Word for word, return the lines from the start of the entries below through the line that has "GuiPrefs prefs = GuiPrefs.user();".

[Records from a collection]
○ ○ ○ ○ ○ ○ ○
package org.ladderkin.gui.app;

import java.awt.GraphicsEnvironment;
import java.awt.event.WindowAdapter;
import java.awt.event.WindowEvent;
import java.io.IOException;
import java.lang.reflect.InvocationTargetException;
import java.nio.file.Path;
import java.util.concurrent.CountDownLatch;
import java.util.concurrent.atomic.AtomicInteger;
import java.util.function.Consumer;
import javax.swing.SwingUtilities;
import org.ladderkin.gui.model.PlannerPrediction;
import org.ladderkin.gui.model.RecoveryStore;
import org.ladderkin.gui.view.PlannerFrame;

/**
 * Starts the desktop planner: platform properties first, then everything Swing on the event thread (theme, window,
 * plan, recovery offer), and waits until the window is closed.
 */
public final class PlannerApp {

    private PlannerApp() {
    }

    /** Whether a window can be shown at all (false on a machine without a display). */
    public static boolean displayAvailable() {
        return !GraphicsEnvironment.isHeadless();
    }

    /**
     * Opens the planner on {@code plan} (null for a new plan) and blocks until its window is closed.
     *
     * @throws InterruptedException when the waiting thread is interrupted
     */
    public static void runUntilClosed(Path plan) throws InterruptedException {
        System.setProperty("awt.useSystemAAFontSettings", System.getProperty("awt.useSystemAAFontSettings", "on"));
        GuiPrefs prefs = GuiPrefs.user();
        CountDownLatch closed = new CountDownLatch(1);
        RecoveryStore recovery = new RecoveryStore(RecoveryStore.defaultFolder());
        PlannerPrediction source = new PlannerPrediction();
        // the planner runs until its last window is closed: recovered plans may open windows of their own
        AtomicInteger open = new AtomicInteger();
        Consumer<PlannerFrame> track = frame -> {
            open.incrementAndGet();
            frame.addWindowListener(new WindowAdapter() {
                @Override
                public void windowClosed(WindowEvent e) {
                    if (open.decrementAndGet() == 0) {
                        closed.countDown();
                    }
                }
            });
        };
        try {
            SwingUtilities.invokeAndWait(() -> {
                prefs.theme().install();
                PlannerFrame frame = new PlannerFrame(prefs, recovery, source);
                track.accept(frame);
                frame.setWindowOpener(r -> openRecovered(prefs, recovery, source, track, r));
                if (plan != null) {
                    frame.openFile(plan);
                }
                frame.setVisible(true);
                frame.offerRecovery();
                frame.editor().lastValid().ifPresent(PlannerApp::warmUpInBackground);
            });
        } catch (InvocationTargetException e) {
            Throwable cause = e.getCause();
            throw cause instanceof RuntimeException r ? r : new IllegalStateException(cause);
        }
        closed.await();
    }

    /** A window of its own for a recovered plan that the first window did not take. */
    private static void openRecovered(GuiPrefs prefs, RecoveryStore recovery, PlannerPrediction source,
                                      Consumer<PlannerFrame> track, RecoveryStore.Recovered r) {
        PlannerFrame frame = new PlannerFrame(prefs, recovery, source);
        track.accept(frame);
        frame.setWindowOpener(next -> openRecovered(prefs, recovery, source, track, next));
        try {
            frame.restore(r);
        } catch (IOException e) {
            // the plan is restored all the same; only its copy stays unowned and is offered again next time
        }
        frame.setVisible(true);
    }

    /** Predictions computed after start-up so the compiler has done its work before the user's first edit. */
    private static final int WARM_UP_PREDICTIONS = 8;

    /**
     * Runs the planner's prediction a few times on a low-priority daemon thread: a cold JVM needs about a second for
     * the first prediction and a warm one a few tens of milliseconds, and the first edit should already feel warm.
     */
    private static void warmUpInBackground(org.ladderkin.plan.PlanInputs plan) {
        Thread t = new Thread(() -> {
            PlannerPrediction source = new PlannerPrediction();
            for (int i = 0; i < WARM_UP_PREDICTIONS && !Thread.currentThread().isInterrupted(); i++) {
                try {
                    source.predict(plan);
                } catch (RuntimeException e) {
                    return; // the window shows the real error when it computes the same plan
                }
            }
        }, "ladderkin-warm-up");
        t.setDaemon(true);
        t.setPriority(Thread.MIN_PRIORITY);
        t.start();
    }
}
○ ○ ○ ○ ○ ○ ○
_Answer to this exercise_
package org.ladderkin.gui.app;

import java.awt.GraphicsEnvironment;
import java.awt.event.WindowAdapter;
import java.awt.event.WindowEvent;
import java.io.IOException;
import java.lang.reflect.InvocationTargetException;
import java.nio.file.Path;
import java.util.concurrent.CountDownLatch;
import java.util.concurrent.atomic.AtomicInteger;
import java.util.function.Consumer;
import javax.swing.SwingUtilities;
import org.ladderkin.gui.model.PlannerPrediction;
import org.ladderkin.gui.model.RecoveryStore;
import org.ladderkin.gui.view.PlannerFrame;

/**
 * Starts the desktop planner: platform properties first, then everything Swing on the event thread (theme, window,
 * plan, recovery offer), and waits until the window is closed.
 */
public final class PlannerApp {

    private PlannerApp() {
    }

    /** Whether a window can be shown at all (false on a machine without a display). */
    public static boolean displayAvailable() {
        return !GraphicsEnvironment.isHeadless();
    }

    /**
     * Opens the planner on {@code plan} (null for a new plan) and blocks until its window is closed.
     *
     * @throws InterruptedException when the waiting thread is interrupted
     */
    public static void runUntilClosed(Path plan) throws InterruptedException {
        System.setProperty("awt.useSystemAAFontSettings", System.getProperty("awt.useSystemAAFontSettings", "on"));
        GuiPrefs prefs = GuiPrefs.user();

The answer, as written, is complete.